Case law from several states indicates that, on occasion, the legal process has been used to address the reasonableness of services. For example, in a Rhode Island case, the agency removed children from two homeless families. The trial court ordered the Department for Children and Their Families (DCF) to provide housing assistance as a part of the family reunification plan. DCF objected, claiming that the court had no authority to make such an order and that the cost would be prohibitive. The Rhode Island Supreme Court affirmed the trial court finding that housing subsidies were consistent with the purpose of family reunification services.
The supreme court referred to the legislative history and concluded that “Without the power to remedy inadequacies, this check would be illusory.”
In a California case, an incarcerated father was not offered or provided any reunification services after his children had been removed from their mother’s care. When the agency moved to terminate his right to reunification services and moved towards termination of parental rights and adoption, he objected. The court of appeals agreed with the father’s position, stating that “there was no substantial evidence reasonable reunification services were offered or provided to the father at any point during the reunification period.”

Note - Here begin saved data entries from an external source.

package irreproof.naming;

import irreproof.budget.Budget;
import irreproof.budget.BudgetExceeded;
import irreproof.engine.Rational;
import irreproof.engine.lie.CongruenceClass;
import irreproof.engine.lie.DominantWeight;
import irreproof.engine.lie.Invariants;
import irreproof.engine.lie.Reality;
import irreproof.engine.lie.Series;
import irreproof.engine.lie.SimpleAlgebra;
import irreproof.engine.lie.WeylDimension;
import irreproof.naming.IrrepFacts.Line;
import java.math.BigInteger;
import java.util.ArrayList;
import java.util.List;
import java.util.Locale;
import java.util.Optional;

/** Gathers the {@link IrrepFacts} of an irrep. Only the name has a cost that grows with the dimension. */
public final class Facts {
    /** A drawing beyond this is no help; the row lengths are given instead. */
    private static final int LARGEST_DRAWING = 24;

    private Facts() {}

    /** @throws BudgetExceeded if cancelled; a name that outgrows the budget is left out */
    public static IrrepFacts of(LieGroup group, DominantWeight irrep, Budget budget) {
        SimpleAlgebra algebra = group.algebra();
        boolean anomalous = group.family() == LieGroup.Family.SU && algebra.rank() >= 2;
        BigInteger dimension = WeylDimension.dimension(algebra, irrep);
        BigInteger index = Invariants.dynkinIndex(algebra, irrep);
        Rational casimir = Invariants.quadraticCasimir(algebra, irrep);
        Reality reality = Invariants.reality(algebra, irrep);
        Optional<List<Integer>> rows =
                group.family() == LieGroup.Family.SU ? Optional.of(YoungDiagrams.rows(irrep)) : Optional.empty();
        Optional<BigInteger> anomaly =
                anomalous ? Optional.of(Invariants.cubicAnomaly(algebra, irrep)) : Optional.empty();
        Optional<Rational> spin = algebra.rank() == 1 ? Optional.of(Spins.spin(irrep)) : Optional.empty();

        List<Line> lines = new ArrayList<>();
        lines.add(new Line("dimension", dimension.toString()));
        spin.ifPresent(value -> lines.add(new Line("spin", value.toString())));
        lines.add(new Line("Dynkin label", dynkinLabel(algebra, irrep)));
        rows.ifPresent(value -> lines.add(new Line("Young diagram", diagram(value))));
        congruenceClass(algebra, irrep).ifPresent(lines::add);
        DominantWeight smallest = smallest(group);
        String reference = "the " + WeylDimension.dimension(algebra, smallest) + " has ";
        lines.add(new Line(
                "index",
                "l = " + index + ", T = l/2 = " + new Rational(index, BigInteger.TWO) + " (" + reference + "l = "
                        + Invariants.dynkinIndex(algebra, smallest) + ")"));
        lines.add(new Line(
                "quadratic Casimir",
                casimir + " (" + reference + Invariants.quadraticCasimir(algebra, smallest) + ")"));
        lines.add(new Line("reality", reality.name().toLowerCase(Locale.ROOT)));
        anomaly.ifPresent(value -> lines.add(new Line("cubic anomaly", value + " (" + reference + "1)")));
        return new IrrepFacts(
                group,
                irrep,
                label(group, irrep, budget),
                dimension,
                rows,
                index,
                casimir,
                reality,
                anomaly,
                spin,
                lines);
    }

    private static Optional<IrrepLabel> label(LieGroup group, DominantWeight irrep, Budget budget) {
        try {
            return Optional.of(new DimensionNames(group).labelOf(irrep, budget));
        } catch (BudgetExceeded exceeded) {
            if (exceeded.reason() == BudgetExceeded.Cause.CANCELLED) {
                throw exceeded;
            }
            return Optional.empty();
        }
    }

    private static String dynkinLabel(SimpleAlgebra algebra, DominantWeight irrep) {
        int[] slansky = DynkinNumbering.slansky(algebra);
        int[] labels = new int[slansky.length];
        boolean same = true;
        for (int place = 0; place < slansky.length; place++) {
            labels[place] = irrep.label(slansky[place]);
            same &= slansky[place] == place;
        }
        return same ? irrep.toString() : irrep + " in Bourbaki's order, " + DominantWeight.of(labels) + " in Slansky's";
    }

    private static String diagram(List<Integer> rows) {
        boolean drawable = rows.size() <= LARGEST_DRAWING && (rows.isEmpty() || rows.get(0) <= LARGEST_DRAWING);
        return drawable ? YoungDiagrams.drawing(rows) : "rows " + YoungDiagrams.partition(rows);
    }

    private static Optional<Line> congruenceClass(SimpleAlgebra algebra, DominantWeight irrep) {
        CongruenceClass found = CongruenceClass.of(algebra, irrep);
        if (found.modulus() == 1) {
            return Optional.empty();
        }
        String value = found.paired() ? found.toString() : found + " mod " + found.modulus();
        return Optional.of(new Line(algebra.series() == Series.A ? "N-ality" : "congruence class", value));
    }

    /** The irrep whose values show the normalisation: fundamental, vector, or the smallest of an exceptional group. */
    private static DominantWeight smallest(LieGroup group) {
        int[] labels = new int[group.algebra().rank()];
        int node = switch (group.algebra().series()) {
            case A, B, C, D, G -> 0;
            case E -> group.algebra().rank() == 6 ? 0 : group.algebra().rank() - 1;
            case F -> 3;
        };
        labels[node] = group.family() == LieGroup.Family.SO && group.algebra().rank() == 1 ? 2 : 1;
        return DominantWeight.of(labels);
    }
}
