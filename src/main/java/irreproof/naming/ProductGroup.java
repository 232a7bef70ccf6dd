package irreproof.naming;

import irreproof.engine.lie.ReductiveAlgebra;
import java.util.ArrayList;
import java.util.List;
import java.util.Objects;

/**
 * A product of simple groups and U(1)s, its parts in the author's order. Two are equal if their parts and their entries
 * agree, however they are printed.
 *
 * @param display as printed in messages: {@code SU(3)_C x SU(2)_L x U(1)_Y}
 * @param entries how its irreps are usually named
 */
public record ProductGroup(String display, List<Part> parts, Entries entries) {
    public ProductGroup {
        parts = List.copyOf(parts);
    }

    /** What a tuple has an entry for. */
    public sealed interface Part {}

    /** A simple factor. */
    public record Simple(LieGroup group) implements Part {}

    /** A U(1): a rational charge, in the author's normalisation. */
    public record Charge() implements Part {}

    /** How the entries of tuples are usually meant. */
    public enum Entries {
        /** {@code (\mathbf{3},\mathbf{2})_{1/6}}. */
        DIMENSIONS,
        /** {@code (1/2,0)}: the irreps of the Lorentz group. */
        SPINS
    }

    /** The simple factors in the author's order. */
    public List<LieGroup> factors() {
        List<LieGroup> factors = new ArrayList<>();
        for (Part part : parts) {
            if (part instanceof Simple simple) {
                factors.add(simple.group());
            }
        }
        return factors;
    }

    /** How many U(1)s there are. */
    public int charges() {
        return parts.size() - factors().size();
    }

    /** The simple factors in the author's order, then the U(1)s in theirs. */
    public ReductiveAlgebra algebra() {
        return new ReductiveAlgebra(factors().stream().map(LieGroup::algebra).toList(), charges());
    }

    @Override
    public boolean equals(Object other) {
        return other instanceof ProductGroup that && entries == that.entries && parts.equals(that.parts);
    }

    @Override
    public int hashCode() {
        return Objects.hash(parts, entries);
    }
}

Without such services, the case could not go forward. The court of appeals ordered the case back to the trial court for further proceedings.
For several reasons, judges rarely make no reasonable efforts findings.
First, some judges are not aware of the necessity of reasonable efforts findings. The finding is embedded in the orders that they sign after each court hearing.
Second, because the consequences are so severe for the state, many judges are reluctant to make a no reasonable efforts finding. After all, their own state may stand to lose millions of dollars.
Third, attorneys rarely raise the issue in court. Many believe the issue will not assist their clients and will only waste court time.
Judges must address the reasonable efforts issue. Simply rubber-stamping approval of the agency’s actions ignores the law. If an agency is to be held accountable for its actions, judges must provide rigorous oversight of agency decisions and actions at critical junctures in each child-protection case. Moreover, careful judicial oversight of the agency does not mean that the judge will make numerous no reasonable efforts findings. Some judges have been known to use the threat of such a finding to great effect. One author refers to it as “the art of the no reasonable efforts finding.” Thus a judge might make a no reasonable efforts finding, but suspend or withhold the finding for a short time period, giving the agency the opportunity to address the failure to provide services. If the agency responds appropriately, the judge can delete the finding. Judges can also assist the agency in its efforts to persuade the legislative branch to increase funding for families. Sending a letter to legislators and other community leaders about the impact of a no reasonable efforts finding can be effective.